By HaRav Mordechai Greenberg
Rosh HaYeshiva, Kerem B'Yavneh
“Whoever closes his eyes to charity is called wicked... ‘Beware, lest your heart will be considered wicked...’ [Devarim 15:9]. The Holy One, Blessed be He, is close to the cries of the poor people, as is written, ‘You hear the cries of the poor’ [from the Shacharit prayer on Shabbat]. Therefore one must take care with their cries, since they are protected by an explicit covenant, as is written, ‘And it will be, when he cries out to Me, I will listen, because I am merciful’ [Shemot 22:26].” [Hilchot Matanot Aniyim 10:3].
The Talmud in Berachot teaches us that when Moshe asked, “Please show me your glory” [Shemot 33:18], the Holy One, Blessed be He, refused. He said, “When I wanted to, you did not. Now that you want it, I do not.” Rashi explains that when the Holy One, Blessed be He, called out to Moshe from the Burning Bush, Moshe did not want to look, as is written, “And Moshe hid his face, for he was afraid to look at G-d” [Shemot 3:6]. But this is not easy to understand. Moshe hid his face out of fear, why should he be criticized for doing this?
The Talmud tells us that Rav Yehuda sat in front of his teacher Shmuel when a woman came to cry about some evil that was done to her, and that Shmuel did not respond (Shabbat 55a). Rav Yehuda asked why Shmuel did not take into account the verse, “One who closes his ears to the cry of the poor will also cry out and will not be answered” [Mishlei 21:13]. And Shmuel replied that Mar Ukvah, the head of the court, would look into the matter.
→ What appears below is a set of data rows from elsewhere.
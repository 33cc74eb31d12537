import { createHash } from 'node:crypto';
import { relative, sep } from 'node:path';
import type { Finding } from '../../rules/engine/types.js';

/**
 * How an input is named in fingerprints, SARIF and accepted-findings files: relative to the
 * working directory with forward slashes, so the same file gets the same name on every machine
 * that checks out the same repository.
 */
export function inputName(path: string, cwd = process.cwd()): string {
  if (path === '-') return '-';
  const rel = relative(cwd, path);
  return (rel === '' ? path : rel).split(sep).join('/');
}

/**
 * A finding's identity across runs and releases: its rule, its input, the star's id where there
 * is one (else the values of the columns it involves), and those columns. The row number is left
 * out on purpose, so inserting a row above does not make every later finding look new.
 */
export function fingerprint(f: Finding, input: string): string {
  const h = createHash('sha256');
  h.update(`starsieve/1\0${f.rule}\0${input}\0${f.scope}\0${f.columns.join('\u0001')}\0`);
  if (f.id !== null) h.update(`id\0${f.id}`);
  else h.update(`values\0${f.columns.map((c) => String(f.values[c] ?? '')).join('\u0001')}`);
  return h.digest('hex').slice(0, 32);
}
This story is continued in another place in the Talmud. We are told that Rav Yosef became ill and was revived. He told about mystical visions that he saw in the heavens: “Things are topsy-turvy – Those who should be high are down below, those who should be low are high.” [Bava Batra 10b]. The Tosafot write, “Rabbi Chananel explains, based on the words of the Geonim, who were taught this passed down from one rabbi to another: a topsy-turvy world means that he saw Shmuel sitting before his student Rav Yehuda, who had complained to Shmuel about the poor woman who appeared before him, but he ignored her.” We should learn from this that even if a person is not able to provide any help he must still listen to people who are suffering.
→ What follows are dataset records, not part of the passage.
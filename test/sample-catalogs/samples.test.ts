import { mkdtempSync, readFileSync, rmSync } from 'node:fs';
import { tmpdir } from 'node:os';
import { join, resolve } from 'node:path';
import { fileURLToPath } from 'node:url';
import { tableFromIPC } from 'apache-arrow';
import { afterAll, beforeAll, describe, expect, it } from 'vitest';
import { eddingtonLuminosity } from '../../rules/physics/eddington.js';
import { EKER_2018 } from '../../rules/physics/mass-luminosity.js';
import { logLuminosityFromRadiusTeff, loggFromMassRadius } from '../../rules/physics/stellar.js';
import { toutZamsLuminosity } from '../../rules/physics/zams.js';
import {
  COLUMNS,
  DEFAULT_ROWS,
  DEFAULT_SEED,
  PLANT_COUNTS,
  makeSamples,
  starId,
  type PlantedEntry,
} from '../../sample-catalogs/make-samples.js';

const DIR = resolve(fileURLToPath(import.meta.url), '../../../sample-catalogs');
const COMMITTED = join(DIR, 'thistlewood-dr1');
const L_SUN_W = 3.828e26; // IAU 2015 Resolution B3 nominal solar luminosity

interface Truth {
  survey: string;
  seed: number;
  rows: number;
  planted: PlantedEntry[];
  stages: Record<string, number>;
  plantedCounts: Record<string, number>;
}

/** The CSV read the plain way: comment lines dropped, cells split on commas, empty = null. */
function readCsv(path: string): { header: string[]; rows: string[][] } {
  const lines = readFileSync(path, 'utf8').split('\n').filter((l) => l !== '' && !l.startsWith('#'));
  return { header: lines[0].split(','), rows: lines.slice(1).map((l) => l.split(',')) };
}

const num = (s: string): number | null => (s === '' ? null : Number(s));

let tmp = '';
beforeAll(async () => {
  tmp = mkdtempSync(join(tmpdir(), 'starsieve-samples-'));
  await makeSamples({ rows: DEFAULT_ROWS, seed: DEFAULT_SEED, out: join(tmp, 'thistlewood-dr1') });
});
afterAll(() => {
  if (tmp) rmSync(tmp, { recursive: true, force: true });
});

describe('committed sample catalogs', () => {
  it.each(['csv', 'arrow', 'truth.json'])('regenerating gives the committed .%s byte for byte', (ext) => {
    const fresh = readFileSync(join(tmp, `thistlewood-dr1.${ext}`));
    const committed = readFileSync(`${COMMITTED}.${ext}`);
    // On failure: run `npx tsx sample-catalogs/make-samples.ts` and commit the result.
    expect(fresh.equals(committed)).toBe(true);
  });

  const csv = readCsv(`${COMMITTED}.csv`);
  const truth = JSON.parse(readFileSync(`${COMMITTED}.truth.json`, 'utf8')) as Truth;
  const col = (name: string) => csv.header.indexOf(name);

  it('has the agreed header, ids and row count', () => {
    expect(csv.header).toEqual([...COLUMNS]);
    expect(csv.rows).toHaveLength(DEFAULT_ROWS);
    expect(truth.rows).toBe(DEFAULT_ROWS);
    expect(truth.seed).toBe(DEFAULT_SEED);
    csv.rows.forEach((r, i) => {
      expect(r).toHaveLength(COLUMNS.length);
      expect(r[0]).toBe(starId(i + 1));
    });
  });

  it('has the intended population and planted counts', () => {
    const stages: Record<string, number> = {};
    for (const r of csv.rows) stages[r[col('stage')]] = (stages[r[col('stage')]] ?? 0) + 1;
    expect(stages).toEqual({ MS: 2630, giant: 250, WD: 120 });
    expect(truth.stages).toEqual(stages);
    expect(truth.plantedCounts).toEqual(Object.fromEntries(PLANT_COUNTS));
    expect(truth.planted).toHaveLength(PLANT_COUNTS.reduce((a, [, n]) => a + n, 0));
    expect(new Set(truth.planted.map((p) => p.row)).size).toBe(truth.planted.length);
  });

  it('truth rows point at cells that hold the planted values', () => {
    for (const p of truth.planted) {
      const r = csv.rows[p.row - 1];
      expect(r[0]).toBe(p.id);
      for (const c of [p, ...(p.alsoChanged ?? [])]) {
        expect(num(r[col(c.column)]), `${p.id} ${c.column}`).toBe(c.planted);
        expect(c.original).not.toBe(c.planted);
      }
    }
  });

  it('the Arrow file holds the same table as the CSV, with real nulls', () => {
    const table = tableFromIPC(readFileSync(`${COMMITTED}.arrow`));
    expect(table.numRows).toBe(csv.rows.length);
    expect(table.schema.fields.map((f) => f.name)).toEqual([...COLUMNS]);
    let nulls = 0;
    for (const name of COLUMNS) {
      const vec = table.getChild(name)!;
      const c = col(name);
      const text = name === 'star_id' || name === 'stage';
      expect(String(vec.type)).toBe(text ? 'Utf8' : 'Float64');
      for (let i = 0; i < csv.rows.length; i++) {
        const want = text ? csv.rows[i][c] : num(csv.rows[i][c]);
        const got = vec.get(i);
        if (got === null) nulls++;
        if (got !== want) expect(got, `${name} row ${i + 1}`).toBe(want);
      }
    }
    // 20 blanked measurements (value + error) and no [Fe/H] for the 120 white dwarfs.
    expect(nulls).toBe(20 * 2 + 120);
  });

  describe('physics', () => {
    const plantedRows = new Map(truth.planted.map((p) => [p.row, p]));
    const stars = csv.rows.map((r, i) => ({
      row: i + 1,
      m: num(r[col('mass_Msun')])!,
      em: num(r[col('e_mass_Msun')])!,
      l: num(r[col('lum_Lsun')])!,
      el: num(r[col('e_lum_Lsun')])!,
      r: num(r[col('radius_Rsun')])!,
      t: num(r[col('teff_K')])!,
      g: num(r[col('logg')])!,
      stage: r[col('stage')],
    }));
    const clean = stars.filter((s) => !plantedRows.has(s.row));
    const ledd = (m: number, x: number) => eddingtonLuminosity(m, x);

    it('clean rows are self-consistent (Stefan-Boltzmann and logg from M, R)', () => {
      for (const s of clean) {
        expect(Math.abs(Math.log10(s.l) - logLuminosityFromRadiusTeff(s.r, s.t))).toBeLessThan(0.001);
        expect(Math.abs(s.g - loggFromMassRadius(s.m, s.r))).toBeLessThan(0.001);
      }
    });

    it('clean main-sequence rows sit on the relations and in the main-sequence logg band', () => {
      for (const s of clean.filter((x) => x.stage === 'MS')) {
        expect(s.g).toBeGreaterThanOrEqual(3.5);
        expect(s.g).toBeLessThanOrEqual(5.5);
        const eker = EKER_2018.logL(s.m);
        const resid = Math.log10(s.l) - (Number.isFinite(eker) ? eker : Math.log10(toutZamsLuminosity(s.m, 0.02)));
        if (Number.isFinite(eker)) expect(Math.abs(resid)).toBeLessThanOrEqual(0.15);
        else expect(resid).toBeGreaterThan(-0.01);
      }
      for (const s of clean.filter((x) => x.stage === 'giant')) expect(s.g).toBeLessThan(3.5);
      for (const s of clean.filter((x) => x.stage === 'WD')) expect(s.g).toBeGreaterThan(7.6);
    });

    it('no clean row comes near the X = 0.7 Eddington limit', () => {
      for (const s of clean) expect(s.l + 3 * s.el).toBeLessThan(0.8 * ledd(s.m, 0.7));
    });

    it('each planted row has the fault its kind promises', () => {
      for (const p of truth.planted) {
        const s = stars[p.row - 1];
        const orig = p.original!;
        switch (p.kind) {
          case 'watts':
            expect(s.l / (orig * L_SUN_W)).toBeCloseTo(1, 3);
            break;
          case 'erg':
            expect(s.l / (orig * L_SUN_W * 1e7)).toBeCloseTo(1, 3);
            break;
          case 'log-in-linear':
            expect(s.l).toBeCloseTo(Math.log10(orig), 3);
            expect(Math.abs(s.l)).toBeGreaterThan(0.7);
            break;
          case 'super-eddington':
            expect(s.stage).toBe('MS');
            expect(orig / s.m).toBeGreaterThanOrEqual(6);
            expect(orig / s.m).toBeLessThanOrEqual(10);
            expect(s.l - 3 * s.el).toBeGreaterThan(1.3 * ledd(s.m + 3 * s.em, 0));
            break;
          case 'eddington-warning':
            expect(s.stage).toBe('MS');
            expect(s.l - 3 * s.el).toBeGreaterThan(1.15 * ledd(s.m + 3 * s.em, 0.7));
            expect(s.l - s.el).toBeLessThan(0.9 * ledd(s.m, 0));
            break;
          case 'ml-faint':
          case 'ml-bright': {
            const resid = Math.log10(s.l) - EKER_2018.logL(s.m);
            expect(Math.abs(resid)).toBeGreaterThanOrEqual(1.1);
            expect(Math.sign(resid)).toBe(p.kind === 'ml-bright' ? 1 : -1);
            expect(Math.abs(Math.log10(s.l) - logLuminosityFromRadiusTeff(s.r, s.t))).toBeLessThan(0.001);
            expect(s.l + 3 * s.el).toBeLessThan(0.8 * ledd(s.m, 0.7));
            break;
          }
          case 'missing':
            expect(p.planted).toBeNull();
            expect(p.expect).toEqual([]);
            break;
        }
      }
    });
  });
});

describe('larger catalogs', () => {
  it('stream in blocks, with a partial last block, and stay consistent', async () => {
    const out = join(tmp, 'seven');
    const summary = await makeSamples({ rows: 7000, seed: 11, out });
    const csv = readCsv(`${out}.csv`);
    const truth = JSON.parse(readFileSync(`${out}.truth.json`, 'utf8')) as Truth;
    const table = tableFromIPC(readFileSync(`${out}.arrow`));
    expect(csv.rows).toHaveLength(7000);
    expect(table.numRows).toBe(7000);
    expect(csv.rows[6999][0]).toBe('TWC-007000');
    expect(summary.stages.MS + summary.stages.giant + summary.stages.WD).toBe(7000);
    expect(truth.planted.length).toBeGreaterThan(2 * 62);
    const lum = table.getChild('lum_Lsun')!;
    for (const p of truth.planted) {
      expect(csv.rows[p.row - 1][0]).toBe(p.id);
      if (p.column === 'lum_Lsun') expect(lum.get(p.row - 1)).toBe(p.planted);
    }
  });

  it('--no-plant gives the same stars without the planted errors', async () => {
    const out = join(tmp, 'clean');
    await makeSamples({ rows: DEFAULT_ROWS, seed: DEFAULT_SEED, out, plant: false });
    const clean = readCsv(`${out}.csv`).rows;
    const planted = readCsv(`${COMMITTED}.csv`).rows;
    const truth = JSON.parse(readFileSync(`${out}.truth.json`, 'utf8')) as Truth;
    expect(truth.planted).toEqual([]);
    const committed = JSON.parse(readFileSync(`${COMMITTED}.truth.json`, 'utf8')) as Truth;
    const touched = new Set(committed.planted.map((p) => p.row));
    for (let i = 0; i < clean.length; i++) {
      if (touched.has(i + 1)) expect(clean[i]).not.toEqual(planted[i]);
      else expect(clean[i]).toEqual(planted[i]);
    }
    // `original` is what the cell held before planting.
    const header = readCsv(`${out}.csv`).header;
    for (const p of committed.planted) {
      for (const c of [p, ...(p.alsoChanged ?? [])]) expect(num(clean[p.row - 1][header.indexOf(c.column)])).toBe(c.original);
    }
  });
});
This is similar to the way the Kli Yakar explains why Moshe was scolded for hiding his face. “He called out his name twice, ‘Moshe, Moshe,’ because the Holy One, Blessed be He, felt the exile of Yisrael as a heavy burden – as it were – and He therefore called out to Moshe twice. He wanted Moshe to hurry and to lighten His burden, as is written, ‘I join him in his trouble’ [Tehillim 81:15].” The complaint of the Holy One, Blessed be He, was that even though Moshe could not directly provide help, when he saw that the Holy One, Blessed be He was carrying a heavy burden he should at least show that he sympathized. But instead Moshe did not want to look.
Based on this, the sages taught us that we have an obligation to participate in the problems of the community. They wrote, “When Yisrael are suffering and one person separates himself from them, the two angels who accompany every person put their hands on his head, and they say, ‘This man, who separated himself from the community, will not have the merit of seeing their salvation.’” [Taanit 11a].
Rabbi Shimon Shkop wrote in the introduction to his book, “Shaarei Yosher” - “The foundation and the root of the goal of our lives is for all of our labors to be dedicated to the good of the general public.”